Contemplating life and death with a 6-year-old at bedtime

Jun. 12—I leaned in to give Arlie her goodnight kiss, eager to be done with our too-long bedtime ritual so that I could spend a bit of time with my wife before inevitably falling asleep in the living room from exhaustion.

That's when she whispered the horrible thing.

"I think Granddaddy's going to die first."

I pulled back, my face transforming from the pre-kiss pucker to wide-eyed surprise as I processed my 6-year-old's unprompted declaration that she believed my father, youthful still at (almost) 67, would be the next in the ground.

My initial vocal reaction at this morbid prediction was, admittedly, probably not the one most of us would have made:

"Well, don't tell him that," I said. And, yes, I am aware of the hypocrisy in instructing my daughter to avoid notifying her grandfather of her dire prognostication and then writing a column, which he will certainly read, about that very thing less than a week later. Keep your snark in-pocket; I've got enough, thank you very much.

My second attempt at a response was more appropriate.

"Why do you think that?"

My child, cocksure in her belief that she knows far more than anyone else in the universe, looked at me as if I'd asked her the dumbest question ... "What's the square root of giraffes?" or something equally inane.

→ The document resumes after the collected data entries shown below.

//! Fixed-coupon bonds: schedule, accrued interest, and clean and dirty price on a discount curve
//! and a hazard curve under three recovery conventions.
//!
//! Conventions (all prices per 100 of face value):
//!
//! * Settlement is the curves' reference date (T + 0): the price is the value at T of the flows
//!   paid strictly after T. A coupon paid on T belongs to the seller, and accrued interest is
//!   then zero. No ex-coupon period.
//! * Schedule: regular periods of 12 / frequency months rolled backwards from the maturity
//!   (each date = maturity - k periods, month-end clipping, unadjusted; payments on those
//!   dates). With an issue date that is not a roll date, the first period is a short stub from
//!   the issue date. Without an issue date the schedule reaches back to the first roll date on
//!   or before settlement.
//! * Coupon of a period = coupon rate x 100 x the day-count fraction of the period, the
//!   Actual/Actual ICMA fraction taken against the regular reference period (for a stub, the
//!   regular period ending on its end date). Accrued interest = coupon rate x 100 x the fraction
//!   from the period start to settlement. Clean = dirty - accrued.
//! * Recovery conventions, with P the discount factor, S the survival and lambda the hazard:
//!   - [`RecoveryConvention::Par`] (recovery of face value): sum CF_i P(t_i) S(t_i) plus
//!     R x 100 paid at the default time, 100 R integral_0^T P(t) lambda(t) S(t) dt, integrated
//!     in closed form on the joint grid of discount pillars and hazard nodes, as the CDS
//!     protection leg is;
//!   - [`RecoveryConvention::Zero`]: sum CF_i P(t_i) S(t_i), the risk-free price with each
//!     flow multiplied by its survival (discounting at r + lambda);
//!   - [`RecoveryConvention::Market`] (recovery of market value): sum CF_i P(t_i) S(t_i)^(1-R),
//!     i.e. discounting at r + lambda (1 - R) (Duffie and Singleton 1999, Review of Financial
//!     Studies).
//! * Yield to maturity: compounded at the bond's frequency, with the bond's day count for the
//!   time of each flow: DF_i = (1 + y/f)^(-f tau_i), tau_i = the fraction from settlement to the
//!   end of the current period plus the fractions of the later whole periods.
//!
//! Pure: terms and curves in, numbers out.

use crate::curves::{year_time, DiscountCurve, HazardCurve};
use crate::instruments::cds::protection_term;
use crate::time::{add_months, DayCount};
use chrono::NaiveDate;

/// What a holder receives when the issuer defaults.
#[derive(Debug, Clone, Copy, PartialEq, Eq, Default, Hash)]
pub enum RecoveryConvention {
    /// Recovery of face value: R x face paid at the default time.
    #[default]
    Par,
    /// Nothing recovered.
    Zero,
    /// Recovery of market value: a fraction R of the pre-default value.
    Market,
}
crate::text_form!(RecoveryConvention { Par => "par", Zero => "zero", Market => "market" });

impl std::str::FromStr for RecoveryConvention {
    type Err = String;
    fn from_str(s: &str) -> Result<Self, String> {
        match s.trim().to_ascii_lowercase().as_str() {
            "par" | "face" => Ok(RecoveryConvention::Par),
            "zero" => Ok(RecoveryConvention::Zero),
            "market" => Ok(RecoveryConvention::Market),
            _ => Err(format!("recovery convention {s:?} is not understood: expected par, zero or market")),
        }
    }
}

/// The static terms of a fixed-coupon bond.
#[derive(Debug, Clone, PartialEq)]
pub struct BondTerms {
    /// Annual coupon rate as a decimal (5% = 0.05).
    pub coupon: f64,
    /// Coupons per year: 1, 2, 4 or 12.
    pub frequency: u32,
    pub maturity: NaiveDate,
    pub day_count: DayCount,
    pub issue_date: Option<NaiveDate>,
}
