def _load_summary(run_dir):
    run_dir = Path(run_dir)
    path = run_dir / "summary.json"
    if not run_dir.is_dir():
        raise InputError(f"{run_dir}: no such folder (expected a halo fit output folder)")
    text = read_input_text(path, "no such file (not a halo fit output folder?)")
    try:
        summary = json.loads(text)
    except json.JSONDecodeError as exc:
        raise InputError(f"{path}: malformed JSON (line {exc.lineno}: {exc.msg})") from None
    if not isinstance(summary, dict):
        raise InputError(f"{path}: expected a JSON object at the top level")
    _require(path, summary, "", _SUMMARY_KEYS)
    _require(path, summary["satellite"], "satellite.", {"name": str})
    for name, m in summary["models"].items():
        if not isinstance(m, dict):
            raise InputError(f"{path}: missing or malformed key 'models.{name}'")
        _require(path, m, f"models.{name}.", _MODEL_KEYS)
    return summary


#: keys the report reads, with their JSON types (top level and per model)
_SUMMARY_KEYS = {"satellite": dict, "models": dict, "catalogue": dict, "settings": dict,
                 "created": str}  # fmt: skip
_MODEL_KEYS = {"converged": bool, "derived": dict, "diagnostics": dict, "evidence": dict,
               "loo": dict}  # fmt: skip


def _require(path, obj, prefix, kinds):
    """InputError naming the first of ``kinds`` (key -> type) missing from ``obj`` or of
    another type."""
    for key, kind in kinds.items():
        if not isinstance(obj.get(key), kind):
            raise InputError(f"{path}: missing or malformed key '{prefix}{key}'")


def _figure_list(run_dir, summary):
    figs = summary.get("figures")
    if isinstance(figs, list):
        return [str(f) for f in figs]
    return sorted(str(p.relative_to(run_dir)) for p in (run_dir / "figures").glob("*.png"))


def _embed(run_dir, rel):
    """(data URI, None) for a PNG inside ``run_dir``, or (None, reason it cannot be embedded)."""
    root = run_dir.resolve()
    p = (run_dir / rel).resolve()
    if not p.is_relative_to(root):
        return None, "outside the run folder"
    try:
        data = p.read_bytes()
    except FileNotFoundError:
        return None, "file not found"
    except OSError as exc:
        return None, f"cannot read ({exc.__class__.__name__})"
    if not data.startswith(PNG_SIGNATURE):
        return None, "not a PNG file"
    return "data:image/png;base64," + base64.b64encode(data).decode("ascii"), None


def _members(run_dir):
    """A few counts from members.ecsv, or a reason why it could not be read."""
    path = run_dir / "members.ecsv"
    if not path.is_file():
        return None, "members.ecsv is missing from the run folder"
    try:
        import numpy as np
        from astropy.table import Table

        t = Table.read(str(path), format="ascii.ecsv")
        out = {"n": len(t)}
        if "member_prob" in t.colnames:
            mp = np.asarray(t["member_prob"], dtype=float)
            out["sum_member"] = float(np.nansum(mp))
            out["non_members"] = int(np.sum(mp < 0.5))
        if "binary_prob" in t.colnames:
            bp = np.asarray(t["binary_prob"], dtype=float)
            if np.isfinite(bp).any():
                out["binaries"] = int(np.sum(bp > 0.5))
        if "n_epochs" in t.colnames:
            out["multi_epoch"] = int(np.sum(np.asarray(t["n_epochs"]) > 1))
        return out, None
    except Exception as exc:  # noqa: BLE001 - any unreadable table is reported, not fatal
        return None, f"members.ecsv could not be read ({exc.__class__.__name__})"
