def test_to_table_round_trips_through_ecsv(tmp_path):
    s = stars_from_table(base_table(), SAT)
    tab = s.to_table()
    tab.write(tmp_path / "m.ecsv")
    back = Table.read(tmp_path / "m.ecsv")
    np.testing.assert_array_equal(back["v"], s.v)
    assert back["radius_deg"].unit == u.deg and list(back["id"]) == list(s.id)
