def _profile_draws(spec, satellite, values, distance, r_e, grid_deg, cone_deg, batch=32):
    """Per draw: dJ/dOmega, dD/dOmega on ``grid_deg`` and J, D in cones ``cone_deg`` (GeV, cm)."""
    dark_of = _dark_of(spec, satellite, rho_crit())
    grid = jnp.asarray(grid_deg, float)
    cones = jnp.asarray(cone_deg, float)

    def one(vals, d, re):
        dark = dark_of(vals, re)
        return {
            "dj": dj_domega(dark, d, grid) * MSUN2_KPC5_TO_GEV2_CM5,
            "dd": dd_domega(dark, d, grid) * MSUN_KPC2_TO_GEV_CM2,
            "j": j_factor(dark, d, cones) * MSUN2_KPC5_TO_GEV2_CM5,
            "d": d_factor(dark, d, cones) * MSUN_KPC2_TO_GEV_CM2,
        }

    return _map_draws(one, values, distance, r_e, batch)


# ----------------------------------------------------------------------------- TAN pixel grid


def _s_rect(a, b):
    """Solid angle of the gnomonic rectangle [0, a] x [0, b] (tangent-plane units), signed."""
    return np.arctan(a * b / np.sqrt(1.0 + a * a + b * b))


def tan_pixel_solid_angles(n_side, pixel_deg):
    """Exact solid angles [sr] of the pixels of a square TAN grid centred on the tangent point.

    Parameters
    ----------
    n_side : int, odd, pixels per side (the tangent point is the centre of the central pixel)
    pixel_deg : float, pixel side in intermediate world coordinates [deg]

    Returns
    -------
    array (n_side, n_side)

    Notes
    -----
    In the gnomonic projection the intermediate coordinates (in radians) are tangent-plane
    coordinates xi = tan(theta) cos(phi), eta = tan(theta) sin(phi) (Calabretta & Greisen 2002,
    A&A 395, 1077, eq. 54), and dOmega = dxi deta / (1 + xi^2 + eta^2)^(3/2). The rectangle
    [0, a] x [0, b] subtends arctan(a b / sqrt(1 + a^2 + b^2)) (common practice), so a pixel's
    solid angle is a double difference of that closed form; rounding error < 1e-11 relative for
    grids up to 30 deg.
    """
    m = n_side // 2
    edges = (np.arange(n_side + 1) - m - 0.5) * pixel_deg * DEG
    s = _s_rect(edges[:, None], edges[None, :])
    return s[1:, 1:] - s[:-1, 1:] - s[1:, :-1] + s[:-1, :-1]
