def make_mock(
    satellite,
    dark=None,
    stellar_mass=None,
    anisotropy=None,
    n_stars=500,
    v_sys=0.0,
    error_range_kms=(1.0, 3.0),
    seed=0,
    method="auto",
    *,
    epochs_mjd=None,
    velocity_offsets=None,
    df_options=None,
    allow_unphysical=False,
    repeat_fraction=1.0,
    binary_fraction=0.0,
    binary_population=None,
    n_foreground=0,
    foreground_components=None,
    field_radius_pc=None,
    metallicity=None,
    flattening=None,
):
    """Mock velocity catalogue of a satellite with a known truth.

    Parameters
    ----------
    satellite : :class:`halo.inputs.satellite.Satellite` or a mapping of satellite-file keys;
        gives the centre, distance, major-axis half-light radius, ellipticity, position angle,
        light profile and (unless ``stellar_mass`` is given) the stellar mass
    dark : a dark profile from :mod:`halo.physics.dark`, or None for stars only
    stellar_mass : total stellar mass [Msun] (default: the satellite's central value)
    anisotropy : a model from :mod:`halo.physics.anisotropy` (default isotropic);
        ``method="df"`` takes isotropic and Osipkov-Merritt models only
    n_stars : number of stars
    v_sys : systemic velocity [km/s]
    error_range_kms : (low, high): each measurement's error is uniform in this range [km/s]
    seed : seed of the numpy Generator (the same seed gives the same catalogue); None draws a
        fresh one, recorded in the truth
    method : "auto" (default: "df" when the model has a non-negative distribution function,
        else "gaussian", see :func:`halo.mock.velocities.choose_method`), "df" (equilibrium
        distribution function, see :func:`halo.mock.distribution.distribution_function`;
        InputError when the model has none) or "gaussian" (approximate, see
        :func:`sample_velocities_gaussian`)
    epochs_mjd : None (one measurement per star, no ``mjd`` column) or a list of MJDs: each star is
        observed at every epoch with the same true velocity and independent errors
    velocity_offsets : optional callable ``(rng, star_index, mjd) -> offsets [km/s]`` (per row; mjd
        is None without epochs) added to the true velocities, e.g. binary orbital motion
    df_options : keyword arguments for :func:`halo.mock.distribution.distribution_function`
    allow_unphysical : with ``method="df"``, sample max(f, 0) when f < 0 somewhere instead of
        raising :class:`halo.core.errors.InputError` (``truth["df_physical"]`` records it; with
        ``"auto"`` such a model takes the Gaussians)
    repeat_fraction : with several epochs, the fraction of stars observed at every epoch (the
        others only at the first), chosen at random
    binary_fraction : fraction of the members that are binaries; each binary's orbit is drawn
        from ``binary_population`` (default :class:`halo.physics.binaries.BinaryPopulation`)
        orbit by orbit and its line-of-sight orbital velocity added at every epoch
        (t = mjd - first epoch)
    n_foreground : non-member stars added uniformly over a disc of ``field_radius_pc`` (default
        5 major-axis half-light radii), with velocities from ``foreground_components``: (offset
        from v_sys, sigma, weight) [km/s], default ((50, 40, 0.6), (-30, 90, 0.4)) (a broad
        two-component stand-in for a Galactic field, common practice)
    metallicity : None, or a :class:`halo.mock.metallicity.MockMetallicity`: ``feh`` and
        ``feh_err`` columns [dex] drawn from its own random stream (the kinematics stay as
        without it), ``truth["metallicity"]`` and the members' ``feh_true`` in ``stars``
    flattening : None (a spherical tracer), or the intrinsic axis ratio q <= 1 - e of an oblate
        tracer seen at the inclination that gives the satellite's ellipticity e, with Gaussian
        velocities from the axisymmetric Jeans equations in the spherical potential
        (:mod:`halo.mock.flattened`; a light profile the spherical fit does not assume);
        ``truth["flattening"]`` records q, the inclination and beta_z

    Returns
    -------
    :class:`MockCatalogue`: ``table`` with columns id, ra [deg], dec [deg], vlos [km/s], vlos_err
    [km/s] (and mjd), its ``meta["truth"]`` = ``truth``; ``truth`` with the input parameters, the
    light profile, r_1/2, M(<r_1/2) (3D, ``m_half_msun``) and its dark part
    (``dark_mass_half_msun``, as the fit outputs name it; also under its earlier name
    ``m_half_dark_msun``, kept for one version), the DF check (``df_physical``: None when no DF was
    computed), the requested ``method``, the ``method_used`` ("df" or "gaussian") and its
    ``method_reason`` (one line); ``stars`` with the per-star truth.

    Notes
    -----
    The spherical model uses the circularised half-light radius r_half sqrt(1 - e); positions are
    made elliptical by the area-preserving stretch described in the module notes, so the elliptical
    radii follow the light profile with the major-axis r_half and the circularised radii are the
    spherical model's projected radii. Observed vlos = v_sys + true vlos (+ offsets) + N(0, err).
    """
    model = _model(satellite, dark, stellar_mass, anisotropy)
    n_stars, err_range = _checked(method, error_range_kms, n_stars)
    sat = model.sat
    seed = int(np.random.SeedSequence().entropy) if seed is None else seed
    rng = np.random.default_rng(seed)
    pos, vel, choice, flat_truth, xi, eta = _sky_phase_space(
        model, n_stars, rng, method, df_options, allow_unphysical, flattening
    )
    v_true = line_of_sight_velocity(pos, vel)
    ra, dec = sky_coordinates(xi, eta, sat.ra_deg, sat.dec_deg, sat.distance_kpc)
    obs = observe_members(
        rng, v_true, v_sys, err_range, epochs_mjd, velocity_offsets=velocity_offsets,
        binary_fraction=binary_fraction, binary_population=binary_population,
        repeat_fraction=repeat_fraction,
    )  # fmt: skip
    settings = _settings_truth(
        seed=seed, method=method, n_stars=n_stars, v_sys=v_sys, error_range=err_range,
        epochs_mjd=epochs_mjd, velocity_offsets=velocity_offsets,
        repeat_fraction=repeat_fraction, binary_fraction=binary_fraction,
        binary_population=binary_population,
    )  # fmt: skip
    truth = {**settings, "method_used": choice.method, "method_reason": choice.reason}
    truth.update(n_binaries=int(obs.is_binary.sum()), **_model_truth(model, _df_physical(choice)))
    truth.update({} if flat_truth is None else {"flattening": flat_truth})
    table = _member_table(obs, ra, dec)
    if n_foreground > 0:
        table = with_foreground(
            table, truth, sat, int(n_foreground), rng, field_radius_pc=field_radius_pc,
            components=foreground_components, v_sys=v_sys, error_range=err_range,
            epochs_mjd=epochs_mjd, repeat_fraction=repeat_fraction, id0=n_stars,
        )  # fmt: skip
    table.meta["truth"] = truth
    stars = _star_truth(pos, vel, xi, eta, v_true, obs, sat.ellipticity, flattening is not None)
    if metallicity is not None:  # in place: the table keeps its meta
        table, stars["feh_true"] = with_metallicities(table, truth, n_stars, metallicity, seed)
    return MockCatalogue(table=table, truth=truth, stars=stars)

"Because he's the oldest, Daddy," she said, her handle for me given the same emphasis you might place upon the word "moron."

She wasn't wrong. As far as her immediate family goes, I believe my father might be the oldest, or at least close to it. And, of course, in a child's mind, the older someone gets, the more likely they are to kick the farm.

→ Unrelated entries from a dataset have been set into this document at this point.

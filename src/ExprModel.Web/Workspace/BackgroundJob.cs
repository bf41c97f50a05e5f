using System.Diagnostics;
using ExprModel.Core.Simulation;
using ExprModel.Web.Simulation;

namespace ExprModel.Web.Workspace;

/// <summary>
/// A what-if run (knock-down, sensitivity, fit) as a cancellable background job inside the simulation gate's bound
/// (<see cref="GatedWorker"/>): busy, progress, cancelled or failed, for the page and for tests. A new start cancels the
/// run before it. <paramref name="changed"/> is called when something shown changed (progress at most a few times a second).
/// </summary>
public sealed class BackgroundJob(SimulationGate gate, Func<Task> changed) : IDisposable
{
    /// <summary>Shortest time between two progress redraws.</summary>
    private static readonly TimeSpan RedrawEvery = TimeSpan.FromMilliseconds(250);

    private CancellationTokenSource? _cts;
    private readonly Stopwatch _sinceRedraw = new();

    public bool Busy { get; private set; }
    /// <summary>The user stopped the last run.</summary>
    public bool Cancelled { get; private set; }
    /// <summary>Why the last run failed, in words the user can act on; null when it did not.</summary>
    public string? Error { get; private set; }
    /// <summary>Work done of <see cref="Total"/> (0 of 0 when the total is not known in advance).</summary>
    public int Done { get; private set; }
    public int Total { get; private set; }
    /// <summary>Progress in words, when counts alone do not say it (a fit's starts and best objective).</summary>
    public string? Status { get; private set; }
    /// <summary>The run started last (completed when it ends, however it ends).</summary>
    public Task Running { get; private set; } = Task.CompletedTask;

    /// <summary>Starts <paramref name="work"/> (a library call given the checkpoint to call after each model evaluation).</summary>
    /// <param name="finished">Gets the result on success.</param>
    public void Start<T>(Func<Action, CancellationToken, T> work, Action<T> finished)
    {
        _cts?.Cancel();
        _cts?.Dispose();
        _cts = new CancellationTokenSource();
        var token = _cts.Token;
        Busy = true; Cancelled = false; Error = null; Done = 0; Total = 0; Status = null;
        Running = RunAsync(work, finished, token);
    }

    private async Task RunAsync<T>(Func<Action, CancellationToken, T> work, Action<T> finished, CancellationToken token)
    {
        try
        {
            await changed();
            var result = await GatedWorker.RunAsync(gate, checkpoint => work(checkpoint, token), token);
            if (token.IsCancellationRequested) return;
            finished(result);
        }
        catch (Exception) when (token.IsCancellationRequested)
        {
            // Cancelled: by the user (Cancel says so) or by a newer run of the same kind.
            return;
        }
        catch (Exception e) when (e is ArgumentException or UserInputException or SimulationTimeoutException or ModelException)
        {
            Error = e.Message;
        }
        Busy = false;
        await changed();
    }

    /// <summary>Progress from the library (any thread); redraws at most every <see cref="RedrawEvery"/>.</summary>
    public void Report(int done, int total, string? status = null)
    {
        Done = done; Total = total; Status = status;
        lock (_sinceRedraw)
        {
            if (_sinceRedraw.IsRunning && _sinceRedraw.Elapsed < RedrawEvery) return;
            _sinceRedraw.Restart();
        }
        _ = changed();
    }

    /// <summary>Stops the run at the user's request.</summary>
    public void Cancel()
    {
        if (!Busy) return;
        _cts?.Cancel();
        Busy = false;
        Cancelled = true;
        _ = changed();
    }

    public void Dispose()
    {
        _cts?.Cancel();
        _cts?.Dispose();
    }
}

But I also vividly recall a recent conversation with the kid in which I had to set her straight about how, although I'll be in my early 50s when she's old enough to drive, I will not, in fact, be retired and therefore left with nothing to do but cater to her every whim. Seems to me, Arlie's concepts of time and age are somewhat askew.

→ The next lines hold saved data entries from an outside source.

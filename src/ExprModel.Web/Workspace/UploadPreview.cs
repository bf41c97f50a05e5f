using ExprModel.Core.Expression;
using ExprModel.Core.Expression.AnnData;
using ExprModel.Web.Hosting;

namespace ExprModel.Web.Workspace;

/// <summary>
/// What the Load page shows of an upload before it is read for real: the first lines of the table (or of the Matrix
/// Market matrix), and for Matrix Market which file was taken for which part. Archives are opened and the parts sorted
/// in a private folder deleted at once, so a bad archive or a missing sidecar is reported on upload. An AnnData .h5ad
/// file is described instead (<see cref="AnnDataReader.Describe"/>): one line per matrix a user can pick, and
/// <see cref="AnnData"/> for the page's matrix choice and its log-transform hint.
/// </summary>
/// <param name="AnnData">The file's matrices when the upload is one .h5ad file; null otherwise.</param>
public sealed record UploadPreview(IReadOnlyList<string> Lines, string? Summary, AnnDataOverview? AnnData = null)
{
    /// <exception cref="Simulation.UserInputException">The upload cannot be used (named file and reason).</exception>
    /// <exception cref="UploadTooLargeException">An archive or sidecar inflates past the limits.</exception>
    public static UploadPreview Of(IReadOnlyList<UploadedFile> files, UploadLimits limits, CancellationToken cancel = default)
    {
        if (files.Count == 1 && IsAnnData(files[0])) return DescribeAnnData(files[0]);
        if (files.Count == 1 && UploadArchive.Detect(files[0]) == UploadArchive.Kind.None && !LooksLikeMatrix(files[0]))
            return new UploadPreview(TablePreview.FirstLines(files[0].Bytes, files[0].Name), null);
        var dir = Path.Combine(Path.GetTempPath(), "exprmodel-preview-" + Guid.NewGuid().ToString("N"));
        try
        {
            var parts = ExpressionParts.Receive(files, dir, limits, cancel);
            if (parts.MatrixMarket is { } m) return new UploadPreview(MatrixEntries(m), m.Summary);
            var table = new ReceivedFile(parts.TableName, parts.TablePath);
            return new UploadPreview(TablePreview.FirstLines(table), $"{parts.TableName}: the table taken from the archive.");
        }
        finally
        {
            try { Directory.Delete(dir, recursive: true); } catch (IOException) { }
        }
    }

    /// <summary>An HDF5 file (by its signature), or a file named .h5ad (so one without the signature is refused as such, by name).</summary>
    public static bool IsAnnData(UploadedFile file) =>
        file.Bytes.AsSpan().StartsWith(Hdf5Signature) || file.Name.EndsWith(".h5ad", StringComparison.OrdinalIgnoreCase);

    /// <summary>HDF5 file signature (HDF5 file format specification, superblock).</summary>
    private static ReadOnlySpan<byte> Hdf5Signature => [0x89, 0x48, 0x44, 0x46, 0x0d, 0x0a, 0x1a, 0x0a];

    /// <summary>The file's matrices, one preview line each; the library reads from a file, so the bytes go to a private folder first.</summary>
    private static UploadPreview DescribeAnnData(UploadedFile file)
    {
        var dir = Directory.CreateTempSubdirectory("exprmodel-preview-").FullName;
        try
        {
            var path = Path.Combine(dir, ExpressionSession.SafeName(file.Name, "table.h5ad"));
            File.WriteAllBytes(path, file.Bytes);
            AnnDataOverview overview;
            try { overview = AnnDataReader.Describe(path); }
            catch (ExpressionFormatException e) { throw new Simulation.UserInputException(RenameFile(e.Message, Path.GetFileName(path), file.Name)); }
            var lines = new List<string> { "matrix\tstored as\tcells × genes\tfirst values" };
            lines.AddRange(overview.Matrices.Select(m => string.Join('\t', m.Choice.Spelling, m.Layout,
                m.Shape is { Length: 2 } s ? $"{s[0]:N0} × {s[1]:N0}" : "not stated", Values(m))));
            var summary = $"AnnData file: {overview.Cells:N0} cells (obs) × {overview.Genes:N0} genes (var); {overview.Matrices.Count} "
                + $"{(overview.Matrices.Count == 1 ? "matrix" : "matrices")} to choose from.";
            var named = overview with { File = file.Name, Hint = overview.Hint is { } h ? RenameFile(h, overview.File, file.Name) : null };
            return new UploadPreview(lines, summary, named);
        }
        finally
        {
            try { Directory.Delete(dir, recursive: true); } catch (IOException) { }
        }
    }

    /// <summary>What a matrix's first stored values look like, in words.</summary>
    private static string Values(AnnDataMatrixSummary m) => m.Sampled == 0 ? "none stored"
        : (m.AllWhole ? "whole numbers" : "not whole numbers") + $", largest {m.Largest.ToString("G4", System.Globalization.CultureInfo.InvariantCulture)}"
            + $" (first {m.Sampled:N0})";

    /// <summary>Messages name the saved copy; the user sent the file under its own name.</summary>
    private static string RenameFile(string message, string saved, string sent) =>
        message.StartsWith(saved + ":", StringComparison.Ordinal) ? sent + message[saved.Length..] : message;

    /// <summary>The matrix's first stored values under a heading (banner, comments and size line are in the summary).</summary>
    private static IReadOnlyList<string> MatrixEntries(MatrixMarketParts m)
    {
        var entries = TablePreview.FirstLines(m.Matrix, 64).Where(l => l.Length > 0 && !l.StartsWith('%')).Skip(1).Take(7)
            .Select(l => string.Join('\t', l.Split([' ', '\t'], StringSplitOptions.RemoveEmptyEntries)));
        return ["row (gene)\tcolumn (cell)\tvalue", .. entries];
    }

    /// <summary>A lone matrix is sorted like the parts so its missing sidecars are named at once.</summary>
    private static bool LooksLikeMatrix(UploadedFile file) =>
        TablePreviewHead(file).StartsWith("%%MatrixMarket", StringComparison.Ordinal);

    private static string TablePreviewHead(UploadedFile file)
    {
        try { return TablePreview.FirstLines(file.Bytes, file.Name, 1)[0]; }
        catch (Simulation.UserInputException) { return ""; }
    }
}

"Well, sometimes younger people die first," I told her.

This news was met with a look of confusion.

"But Grandma died, and she was old," she told me. That would be Ruth Ann Wilcox, my grandmother on my mother's side, who passed in 2020 and is probably the only significant non-animal death Arlie actually remembers. Grandma was 93, which likely qualifies as "old" by most metrics.

"That's true," I said, very much wishing to escape this macabre conversation. "But one of your other grandmas, Shelia, died right before you were born, and she was very young."

That was a reference to Mandy's stepmother, who died suddenly at 53, after Arlie's conception but before she'd actually emerged into this world to bombard her beleaguered father with questions about mortality.

"So it's not always about age," I told Arlie. "People can die at any time."

Arlie, for once, ceased briefly in her questioning ... I assume to consider what I'd told her. I stood by patiently, listening to the ebb and flow of the "ocean" from the sound machine on her bookshelf.

After a time, she whispered another horrifying thing.

"Even kids?"

I took a deep breath.

"Yeah," I said. "Even kids."

"Oh," Arlie said, then fell silent again.

I reached over to her, curled beneath the covers and surrounded by a mountain range of stuffed toys she'd accrued during her few short years, and grabbed her tiny hand, same as I did just seconds after she came into this world. In the dark of her room, we listened as simulated waves crashed against rocks that never existed.